# Supplementing Tadpoles ????



## WendySHall (Aug 31, 2010)

Previously, on one of the sponsor videos that I watched, they dusted the tadpole bites with Sera Micron. So, I have been doing this when feeding my tads. My question is...

Is it possible to... or... Would there be any benefit to dusting tadpole bites with Repashy Calcium plus ICB and Repashy SuperVite?


----------



## WendySHall (Aug 31, 2010)

No one ???


----------



## BrainBug (Aug 25, 2010)

Could you link the video?

How does a powder stay on a pellet? Seems like once it hit the water it would just come off and dissolve.


----------



## WendySHall (Aug 31, 2010)

Here it is...it was a Josh's Frogs video..."Poison Dart Frog Tadpole Care". Starts talking about it at 4:00.

Josh’s Frogs How-To Guides » Poison Dart Frog Care

This is what made me think that it may be possible to dust with supplements if it would be helpful. I haven't done it (the supplements)...have been waiting for responses. Don't want to do anything that might harm the little guys. I have, however, dusted the tadpole bites with the Sera Micron...not sure if it's coming off, though...my tadpole tea is a little too dark to tell for sure.


----------



## Ed (Sep 19, 2004)

Hi Wendy,

This is a complex topic.... and would require a lot of typing if we go through the whole thing.. 

It depends on what you are trying to do with the tadpoles... I would use a good quality flake food as a source of supplements instead of trying to adding dusting supplements to the water... They are made to be utilized in that manner and supplements added to the water are likely to simply add to the bioload of the tank. Using Sera-micron is a little different as that is a whole algae product and not a basic dust. 

Tadpoles can uptake calcium and other ions from the water, and a balanced food (like good quality fish flakes and tadpole bites) are a good way to provide a balanced diet to the tadpoles. One of the things that people often overlook is that these tadpoles (In general) are much more carnivorous than is commonly thought. Adding a good quality source of protein the to the diet can really reduce cannibalism and increase the growth rate of the tadpoles. If you can get blackworms locally they are a good source as a couple added to the water will survive as the tadpoles chew off the ends... other people use frozen thawed bloodworms (but drain them first or you can really put stress on your water quality) or even chopped earthworms or live daphnia (frognet.org archives).

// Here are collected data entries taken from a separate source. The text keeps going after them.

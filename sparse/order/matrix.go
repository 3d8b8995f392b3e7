package order

import (
	"context"
	"fmt"

	"pairloom/sparse/chain"
	"pairloom/sparse/source"
	"pairloom/sparse/source/market"
)

// degreeMost bounds --first-degree: every degree below has an empty block.
const degreeMost = 1000

// Matrix reads a chain of Matrix Market files from spec, ∂_k for k = first,
// first+1, …, and publishes the chain complex in dir, which exists. The file of ∂_k
// has (k−1)-cells as rows and k-cells as columns, or the transpose with
// spec.FacesInCols. Entries are taken mod 2 and repeated ones add. The order of the
// cells is that of the columns. Values come from spec.ValueFiles, one array a degree
// from first−1 on, and must fit that order; without them all cells enter at 0. With spec.FirstDegree > 1 the degrees below first−1
// are empty and nothing is claimed for degree first−1. Errors: *source.InputError for
// a broken file, shapes that do not chain or values out of order; *source.UsageError;
// *source.TooBig. That ∂∂ = 0 is checked later (package evidence). Time: O(entries),
// by counting. Memory: 8 bytes an entry and a column of the matrix in work, beside the
// mapped blocks, where columns are written straight to their place.
func Matrix(ctx context.Context, spec source.Spec, dir string, threads int, p source.Progress) (*chain.Complex, error) {
	first := max(spec.FirstDegree, 1)
	if why := senseless(spec, first); why != "" {
		return nil, &source.UsageError{Why: why}
	}
	shapes, err := shapesOf(spec)
	if err != nil {
		return nil, err
	}
	c := &chain.Complex{Kind: string(source.Matrix), Naming: chain.ByColumn, KeepZero: spec.KeepZeroPairs || len(spec.ValueFiles) == 0}
	m := &matrices{spec: spec, complex: c, first: first, dir: dir, files: spec.Inputs}
	m.plan(shapes)
	if err := m.fits(shapes); err != nil {
		return nil, err
	}
	if err := m.values(); err != nil {
		return nil, err
	}
	for k := 1; k < len(c.Cells); k++ {
		if err := m.block(ctx, k, p); err != nil {
			return nil, err
		}
	}
	return c, c.Write(dir)
}

// senseless says which options of a matrix mean nothing together, or nothing.
func senseless(spec source.Spec, first int) string {
	switch files, values := len(spec.Inputs), len(spec.ValueFiles); {
	case files == 0:
		return "no matrix was given"
	case spec.FacesInCols && spec.FacesInRows:
		return "--faces-in-columns and --faces-in-rows exclude each other"
	case first > degreeMost:
		return fmt.Sprintf("--first-degree %d; at most %d was expected", first, degreeMost)
	case spec.Degrees >= 0 && first > 1 && spec.Degrees < first:
		return fmt.Sprintf("--degrees %d with --first-degree %d; nothing is claimed below degree %d", spec.Degrees, first, first)
	case values > 0 && values != files+1:
		return fmt.Sprintf("--values names %d files; %d matrices need %d, one for each degree", values, files, files+1)
	}
	return ""
}

type matrices struct {
	spec    source.Spec
	complex *chain.Complex
	first   int // degree of the first file's columns
	dir     string
	files   []string
	value   [][]float64 // by degree; nil: all 0
}

type shape struct {
	rows, cols uint32
	entries    uint64
}

// shapesOf reads the files' headers and checks that the shapes chain.
func shapesOf(spec source.Spec) ([]shape, error) {
	var out []shape
	for _, path := range spec.Inputs {
		r, err := market.Open(path)
		if err != nil {
			return nil, err
		}
		rows, cols, n := r.Shape()
		r.Close()
		if spec.FacesInCols {
			rows, cols = cols, rows
		}
		out = append(out, shape{rows, cols, n})
	}
	straight, turned := chained(out, false), chained(out, true)
	switch {
	case straight < 0:
	case turned < 0 && spec.FacesInCols:
		return nil, source.Broken(spec.Inputs[straight], 0, "its transpose does not chain with that of %s, but the matrices as they are do: leave out --faces-in-columns", spec.Inputs[straight-1])
	case turned < 0 && !spec.FacesInRows:
		return nil, source.Broken(spec.Inputs[straight], 0, "its rows do not match the columns of %s, but the transposes chain: use --faces-in-columns", spec.Inputs[straight-1])
	default:
		return nil, source.Broken(spec.Inputs[straight], 0, "it has %d rows (faces) but the matrix before it, %s, has %d columns; give ∂_k and ∂_(k+1) in order", out[straight].rows, spec.Inputs[straight-1], out[straight-1].cols)
	}
	return out, nil
}

// fits checks the budget: the mapped blocks, and the largest matrix while it is read.
func (m *matrices) fits(shapes []shape) error {
	blocks, work := uint64(0), uint64(0)
	for i, s := range shapes {
		if m.first+i < len(m.complex.Cells) {
			blocks += 4*s.entries + 8*uint64(s.cols)
			work = max(work, 8*s.entries+8*uint64(s.cols)+4*uint64(s.rows))
		}
	}
	if allowed := m.spec.MemoryBytes; allowed > 0 && blocks+work > allowed {
		return &source.TooBig{Why: fmt.Sprintf("the matrices need about %d MiB and --memory allows %d MiB", (blocks+work)>>20, allowed>>20)}
	}
	return nil
}

// chained returns the first matrix that does not chain with the one before, or −1.
func chained(s []shape, turned bool) int {
	for i := 1; i < len(s); i++ {
		rows, before := s[i].rows, s[i-1].cols
		if turned {
			rows, before = s[i].cols, s[i-1].rows
		}
		if rows != before {
			return i
		}
	}
	return -1
}

// plan fixes the degrees and cells.
func (m *matrices) plan(shapes []shape) {
	c := m.complex
	c.Cells = make([]uint32, m.first-1, m.first+len(shapes))
	c.Cells = append(c.Cells, shapes[0].rows)
	for _, s := range shapes {
		c.Cells = append(c.Cells, s.cols)
	}
	c.Degrees = len(c.Cells) - 1
	if m.first > 1 {
		c.First = m.first
	}
	if k := m.spec.Degrees; k >= 0 && k < c.Degrees {
		c.Cells, c.Degrees, c.Truncated = c.Cells[:k+2], k, true
	}
	c.RowsAtMost2, c.ColsAtMost2 = make([]bool, len(c.Cells)), make([]bool, len(c.Cells))
}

People should also keep in mind that with a few exceptions (R. ventrimaculatus for example) do not have the same chromatophores as the adults. They have a different skin structure which changes which carotenoids they can store... they also can use astaxanthin instead of beta carotene as a source of vitamin A... 

I'm pretty tired so I'm not sure that I didn't just ramble all over the place.. but does that help? 

Ed


----------



## WendySHall (Aug 31, 2010)

Ed said:


> Hi Wendy,
> 
> This is a complex topic.... and would require a lot of typing if we go through the whole thing..
> 
> ...


Yes, thank you, Ed! I was hoping you'd chime in.

I'm currently feeding the tadpole bites dusted with the Sera Micron and fish flakes... and I've got some Indian Almond leaves and moss in there for them to munch on, so I guess I wasn't doing too badly. Now to just get some worms in their diet.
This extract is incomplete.